His own early desire to access the complete history of visual entertainment in Weaver’s mind ended with his first cabal at the age of fifteen. Many of the crew born after him had still enjoyed the films made on Earth but he had always needed a bigger thrill.

Johnson was already tinkering with the plot programs when the crew began to sicken in great numbers. He wrote soothing natural scenarios for those close to death. He hoped that it would ease their passage from life and Becker; the ship’s true captain had encouraged him to do it.

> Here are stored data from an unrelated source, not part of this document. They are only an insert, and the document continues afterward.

"""The shape of a decay on signals whose decay is known, and against the library's own least squares."""

from __future__ import annotations

from typing import Any

import numpy as np
import pytest
from scipy.optimize import curve_fit

from pulsemend.signal.decay import DECAY_KINDS, DecayFit, DecayShape, Late, fit_again, fit_shape

MS = np.arange(2, 200) / 1000.0
STRETCH = np.arange(400) / 5000.0
POWER = 1000.0 * (1.0 + MS / 0.003) ** -2


def found(fit: DecayFit) -> DecayShape:
    assert fit.shape is not None, fit.reason
    return fit.shape


def test_power_law_comes_back() -> None:
    """Facts T-1.6, Freche 2018: 1000 (1 + t / 3 ms)^-2, 2 to 199 ms; a straight log-log slope is too flat."""
    fit = fit_shape(MS, POWER, "power")
    assert found(fit).values == pytest.approx((1000.0, 0.003, 2.0), rel=1e-6)
    assert np.abs(found(fit).at(MS) + fit.level - POWER).max() < 1e-10
    late = MS >= 0.0595
    slope = np.polyfit(np.log(MS[late]), np.log(POWER[late]), 1)[0]
    assert slope == pytest.approx(-1.948, abs=0.001)


def test_two_exponentials_leave_what_the_facts_say_of_a_power_law() -> None:
    """Facts T-1.6: RMS 1.10 and 4.9 at most remain; a power law is none of their sums."""
    fit = fit_shape(MS, POWER, "two exponentials", level=False)
    left = found(fit).at(MS) - POWER
    assert np.sqrt(np.mean(left**2)) == pytest.approx(1.10, abs=0.005)
    assert np.abs(left).max() == pytest.approx(4.9, abs=0.05)
    assert fit.level == 0.0


@pytest.mark.parametrize("sign", [1.0, -1.0])
@pytest.mark.parametrize("level", [0.0, 50.0, -3000.0])
def test_exponentials_come_back(sign: float, level: float) -> None:
    """Facts T-1.6: tau = 20 ms within 0.1 %; T-1.7: a step of the whole side changes nothing, to 1e-9."""
    y = sign * 1000.0 * np.exp(-MS / 0.020) + level
    fit = fit_shape(MS, y, "exponential")
    assert found(fit).values == pytest.approx((sign * 1000.0, 0.020), rel=1e-6)
    assert np.abs(found(fit).at(MS) + fit.level - y).max() < 1e-9
    y = sign * (600.0 * np.exp(-MS / 0.004) + 200.0 * np.exp(-MS / 0.030)) + level
    fit = fit_shape(MS, y, "two exponentials")
    assert np.abs(found(fit).at(MS) + fit.level - y).max() < 1e-6
    assert found(fit).values == pytest.approx((sign * 600.0, 0.004, sign * 200.0, 0.030), rel=1e-4)


def _scipy_models() -> dict[str, Any]:
    return {
        "exponential": (
            lambda t, a, tau, c: a * np.exp(-t / tau) + c,
            ([0.0, 0.0005, -1e4], [1e5, 0.15, 1e4]),
            [[300.0, 0.02, 0.0], [100.0, 0.005, 0.0]],
        ),
        "two exponentials": (
            lambda t, a, tau, b, up, c: a * np.exp(-t / tau) + b * np.exp(-t / up) + c,
            ([0.0, 0.0005, 0.0, 0.0005, -1e4], [1e5, 0.15, 1e5, 0.15, 1e4]),
            [[200.0, 0.004, 100.0, 0.03, 0.0], [100.0, 0.01, 100.0, 0.06, 0.0]],
        ),
        "power": (
            lambda t, a, t0, p, c: a * (1.0 + t / t0) ** -p + c,
            ([0.0, 0.0005, 1.0, -1e4], [1e5, 0.6, 4.0, 1e4]),
            [[300.0, 0.02, 2.0, 0.0], [300.0, 0.06, 3.0, 0.0], [300.0, 0.01, 1.2, 0.0]],
        ),
    }


@pytest.mark.parametrize("kind", DECAY_KINDS)
def test_no_worse_than_the_librarys_least_squares(kind: str) -> None:
    """Outside reference: scipy.optimize.curve_fit on the same stretches and bounds, several starts."""
    model, bounds, starts = _scipy_models()[kind]
    rng = np.random.default_rng(4)
    for _ in range(6):
        tau = rng.uniform(0.005, 0.03)
        truth = 300.0 * ((1.0 + STRETCH / tau) ** -2 if kind == "power" else np.exp(-STRETCH / tau))
        y = truth + np.cumsum(rng.standard_normal(400)) * 0.1 + 4.0 * np.sin(STRETCH * 60.0)
        fit = fit_shape(STRETCH, y, kind)
        own = float(np.sum((found(fit).at(STRETCH) + fit.level - y) ** 2))
        theirs = np.inf
        for start in starts:
            values, _ = curve_fit(model, STRETCH, y, start, bounds=bounds, xtol=1e-12, ftol=1e-12)
            theirs = min(theirs, float(np.sum((model(STRETCH, *values) - y) ** 2)))
        assert own <= theirs * (1.0 + 1e-4)
        if kind == "exponential":
            # Two that agree, not one that happens to be lower by other bounds.
            assert own == pytest.approx(theirs, rel=1e-6)


@pytest.mark.parametrize("kind", DECAY_KINDS)
@pytest.mark.parametrize(
    ("y", "reason"),
    [
        (np.zeros(400), "constant"),
        (np.full(400, np.nan), "constant"),
        (-1000.0 * STRETCH, "does not level off"),
        (100.0 * np.exp(STRETCH / 0.02), "shape|does not level off"),
        (50.0 * np.sin(2 * np.pi * STRETCH / 0.04), "not this shape"),
        (100.0 * np.exp(-STRETCH / 0.0002), "over within a millisecond|not this shape"),
    ],
)
def test_what_is_no_decay_is_refused_with_a_reason(kind: str, y: np.ndarray, reason: str) -> None:
    fit = fit_shape(STRETCH, y, kind)
    assert fit.shape is None
    assert any(word in fit.reason for word in reason.split("|")), fit.reason


def test_too_short_a_stretch_and_unknown_kinds_are_refused() -> None:
    assert "too short" in fit_shape(STRETCH[:7], np.exp(-STRETCH[:7]), "exponential").reason
    with pytest.raises(ValueError, match="kind must be one of"):
        fit_shape(STRETCH, STRETCH, "spline")


def test_late_points_tell_a_slow_tail_from_another_level() -> None:
    """A power law with a step and one without are alike for 80 ms; the level 0.3 s later tells them apart."""
    response = 5.0 * np.sin(2 * np.pi * STRETCH / 0.12) * np.exp(-(((STRETCH - 0.06) / 0.05) ** 2))
    shape = DecayShape("power", (170.0, 0.024, 2.0))
    late_s = np.array([0.275, 0.325, 0.375, 0.425, 0.475])
    for level in (0.0, 50.0):
        y = shape.at(STRETCH) + level + response
        fit = fit_shape(STRETCH, y, "power", Late(late_s, shape.at(late_s) + level))
        tail = np.abs(found(fit).at(late_s) - shape.at(late_s)).max()
        blind = fit_shape(STRETCH, y, "power")
        assert tail < 2.0
        assert abs(fit.level - level) < 2.0
        assert np.abs(found(blind).at(late_s) - shape.at(late_s)).max() > 5.0


@pytest.mark.parametrize("kind", DECAY_KINDS)
def test_many_fits_at_once_are_the_single_ones(kind: str) -> None:
    rng = np.random.default_rng(2)
    y = 200.0 * np.exp(-STRETCH / 0.015) + np.cumsum(rng.standard_normal(400)) * 0.1
    before = fit_shape(STRETCH, y, kind)
    ys = y + 5.0 * np.exp(-0.5 * ((STRETCH - rng.uniform(0.02, 0.07, (5, 1))) / 0.008) ** 2)
    shapes = 0
    for one, fit in zip(ys, fit_again(STRETCH, ys, before), strict=True):
        alone = fit_shape(STRETCH, one, kind)
        if fit.shape is not None and alone.shape is not None:
            shapes += 1
            # Two exponentials have flat valleys: how well both fit is what must agree.
            costs = [
                float(np.sum((f.at(STRETCH) + c - one) ** 2))
                for f, c in ((fit.shape, fit.level), (alone.shape, alone.level))
            ]
            assert costs[0] == pytest.approx(costs[1], rel=1e-4)
            if kind != "two exponentials":
                np.testing.assert_allclose(fit.shape.at(STRETCH), alone.shape.at(STRETCH), atol=2e-3)
    assert shapes >= 3
    with pytest.raises(ValueError, match="cannot be repeated"):
        fit_again(STRETCH, ys, DecayFit(None))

It took ten years for the crew to die, as the virus circled and re-circled. Each time there was a respite the survivors would celebrate and call it a victory over disease. After the fifth epidemic, those remaining knew better than to celebrate. They realised at that point that they were dying of refinement. Each genetic line had been scoured of weaknesses and aberrations until every pod ship was filled with elite seed crews of perfect humans.

Where the virus actually came from, no one knew. But it became clear that no one was immune. It was only at the very end that Johnson realised his own DNA was not quite perfect and that this imperfection had saved him. It had also cursed him to a life of solitude.

“Show me the escape to the elevator again.”

He watched himself running down the corridor with the river of baby spiders behind him. The look on his face was a mix of terror and determination. He smiled to see it. Somewhere in him was the man who had those feelings, the man who could handle that kind of challenge. He thought about the many weeks it had taken to construct the final scene of the fourth tier, the detail that went into every limb of every spider.